Metabolic-based prediction model in tomato and blueberry. The weighted correlation network analysis of tomato and blueberry metabolites and their clusters is based on biochemical classification. Eighteen statistical and machine learning methods were used to predict fruit flavor based on its chemistry.
As described by the authors, the use of metabolomic selection is an excellent complement to a molecular breeding program since this enables quantitative trait loci (QTL) mapping or genome-wide association studies. As such, the flavor-related metabolites identified by metabolomic selection could be used to identify the causal genes (or at least the genetic locus) that influence their abundance level and create markers for molecular breeding. Indeed, a legion of studies has been published across a wide range of crop species in which metabolic QTL or gene associations have been assessed (
10,
11). That said, while many of these have additionally assessed yield-associated traits, the linkage of this information to the perception of taste or alternatively, to health benefits following consumption remains relatively scarce. Given that metabolite traits often display large variability and low heritability and are subject to complex interaction effects (
12,
13), gaining success in modifying compositional traits involved in either taste or nutrition relies deeply on identifying the correct metabolite targets. The integration of metabolomic selection with marker-assisted selection provides a powerful route to ensure that this identification is correct. While linear regression, random forest models, and partial least square regression methods have been recorded to have variable success in predicting flavor (
12,
14,
15), the machine learning models employed by Colantonio et al. (
4) displayed superior performance over these methods, irrespective of the fruit or trait to which they were applied.

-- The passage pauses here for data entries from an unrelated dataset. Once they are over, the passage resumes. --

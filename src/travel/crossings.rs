//! Lines split where they cross: every point where two lines meet in the interior of at
//! least one of them becomes a vertex of both, so the pieces can be joined there.
//!
//! Candidate segment pairs come from an R*-tree of segment bounding boxes (Beckmann et al.
//! 1990); whether two segments meet is decided by exact orientation tests (Shewchuk 1997,
//! through `geometry::predicates`). The crossing point itself is rounded to `f64` once per
//! pair and given to both lines as the same coordinates, so with `tolerance == 0` the two
//! pieces share a node exactly. Three or more lines through one point give crossing points
//! that may differ in the last bits; a positive joining tolerance merges them. Collinear
//! overlapping parts are not split (they share no single point).

use rayon::prelude::*;
use rstar::primitives::{GeomWithData, Rectangle};
use rstar::{RTree, AABB};

use crate::geometry::predicates::orient2d;
use crate::geometry::Point;

/// A cut of line `line` on its segment `k` at parameter `t` in [0, 1] (at `point`).
#[derive(Debug, Clone, Copy)]
struct Cut {
    line: u32,
    k: u32,
    t: f64,
    point: Point,
}

/// Lines cut where they cross: line `i` of the output is `coords[offsets[i]..offsets[i+1]]`,
/// a piece of input line `source[i]` (its share of the line's costs is measured by the
/// caller, as the graph measures lengths).
pub(crate) struct SplitLines {
    pub(crate) coords: Vec<Point>,
    pub(crate) offsets: Vec<usize>,
    pub(crate) source: Vec<u32>,
}

/// Where segments `a-b` and `c-d` meet in a single point, as (parameter on a-b, parameter on
/// c-d, point), decided exactly; `None` when they do not meet or are collinear.
fn meet(a: Point, b: Point, c: Point, d: Point) -> Option<(f64, f64, Point)> {
    let (o1, o2) = (orient2d(a, b, c), orient2d(a, b, d));
    let (o3, o4) = (orient2d(c, d, a), orient2d(c, d, b));
    if (o1 > 0.0 && o2 > 0.0) || (o1 < 0.0 && o2 < 0.0) || (o3 > 0.0 && o4 > 0.0) || (o3 < 0.0 && o4 < 0.0) {
        return None;
    }
    if o1 == 0.0 && o2 == 0.0 {
        return None; // collinear: an overlap or a shared end, not a single crossing
    }
    let param = |p: Point, q: Point, x: Point| {
        let (dx, dy) = (q[0] - p[0], q[1] - p[1]);
        (((x[0] - p[0]) * dx + (x[1] - p[1]) * dy) / (dx * dx + dy * dy)).clamp(0.0, 1.0)
    };
    // An end lying exactly on the other segment is the meeting point itself (no rounding).
    if o1 == 0.0 {
        return Some((param(a, b, c), 0.0, c));
    }
    if o2 == 0.0 {
        return Some((param(a, b, d), 1.0, d));
    }
    if o3 == 0.0 {
        return Some((0.0, param(c, d, a), a));
    }
    if o4 == 0.0 {
        return Some((1.0, param(c, d, b), b));
    }
    // A proper crossing: o1 and o2 have opposite signs, so o1 - o2 != 0.
    let s = o1 / (o1 - o2);
    let x = [c[0] + s * (d[0] - c[0]), c[1] + s * (d[1] - c[1])];
    Some((param(a, b, x), s, x))
}

/// Split `lines` (`coords`, `offsets` as in `TravelGraph::from_lines`, already validated)
/// where they cross. A meeting at both lines' own ends is left to the end joining.
pub(crate) fn split_at_crossings(coords: &[Point], offsets: &[usize]) -> SplitLines {
    let m = offsets.len() - 1;
    let line_of = |v: usize| offsets.partition_point(|&o| o <= v) - 1;
    // Segment n runs from vertex n to vertex n + 1 of the same line.
    let segments: Vec<usize> = (0..m).flat_map(|i| offsets[i]..offsets[i + 1] - 1).collect();
    let boxes: Vec<GeomWithData<Rectangle<Point>, u32>> = segments
        .iter()
        .enumerate()
        .map(|(n, &v)| GeomWithData::new(Rectangle::from_corners(coords[v], coords[v + 1]), n as u32))
        .collect();
    let tree = RTree::bulk_load(boxes);
    let is_end = |v: usize, p: Point| {
        let i = line_of(v);
        p == coords[offsets[i]] || p == coords[offsets[i + 1] - 1]
    };
    let mut cuts: Vec<Cut> = segments
        .par_iter()
        .enumerate()
        .with_min_len(256)
        .flat_map_iter(|(n, &v)| {
            let (a, b) = (coords[v], coords[v + 1]);
            let (li, mut out) = (line_of(v), Vec::new());
            let envelope = AABB::from_corners(a, b);
            for other in tree.locate_in_envelope_intersecting(envelope) {
                let n2 = other.data as usize;
                if n2 <= n {
                    continue; // each pair once
                }
                let w = segments[n2];
                let lj = line_of(w);
                if li == lj && w == v + 1 {
                    continue; // consecutive segments of one line share their vertex
                }
                let (c, d) = (coords[w], coords[w + 1]);
                let Some((t, s, x)) = meet(a, b, c, d) else { continue };
                if is_end(v, x) && is_end(w, x) {
                    continue;
                }
                out.push(Cut { line: li as u32, k: (v - offsets[li]) as u32, t, point: x });
                out.push(Cut { line: lj as u32, k: (w - offsets[lj]) as u32, t: s, point: x });
            }
            out
        })
        .collect();
    cuts.sort_by(|x, y| (x.line, x.k).cmp(&(y.line, y.k)).then(x.t.total_cmp(&y.t)));
    let mut out = SplitLines { coords: Vec::new(), offsets: vec![0], source: Vec::new() };
    let mut next = 0;
    for i in 0..m {
        let line = &coords[offsets[i]..offsets[i + 1]];
        let (first, last) = (line[0], line[line.len() - 1]);
        let lo = next;
        while next < cuts.len() && cuts[next].line as usize == i {
            next += 1;
        }
        let here = &cuts[lo..next];
        if here.is_empty() {
            out.coords.extend_from_slice(line);
            out.offsets.push(out.coords.len());
            out.source.push(i as u32);
            continue;
        }
        // Vertices and cuts in order along the line: vertex k, then the cuts on segment k.
        let mut stops: Vec<(Point, bool)> = Vec::with_capacity(line.len() + here.len());
        let mut c = 0;
        for (k, &v) in line.iter().enumerate() {
            stops.push((v, false));
            while c < here.len() && here[c].k as usize == k {
                stops.push((here[c].point, true));
                c += 1;
            }
        }
        let mut start = out.coords.len();
        out.coords.push(first);
        for &(p, is_cut) in &stops[1..] {
            if p != *out.coords.last().expect("a piece has a point") {
                out.coords.push(p);
            }
            if is_cut && p != first && p != last && out.coords.len() - start >= 2 {
                out.offsets.push(out.coords.len());
                out.source.push(i as u32);
                start = out.coords.len();
                out.coords.push(p);
            }
        }
        if out.coords.len() - start >= 2 {
            out.offsets.push(out.coords.len());
            out.source.push(i as u32);
        } else {
            out.coords.truncate(start);
        }
    }
    out
}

The idea of metabolomics-assisted breeding has long been postulated (
16); however, for this purpose, its cost was often deemed an insurmountable barrier. Taken alongside the rapid development of metabolomics technologies and in particularly, their increased coverage (
17), the results of Colantonio et al. (
4) suggest that when coupled with machine learning, this may no longer be the case. Computation will be a major driver in this process as well as in the perspective use of this approach to improve dietary-based aspects of human health. It can be anticipated that these advances will pave the way to knowledge-informed breeding of both tastier and more nutritious food.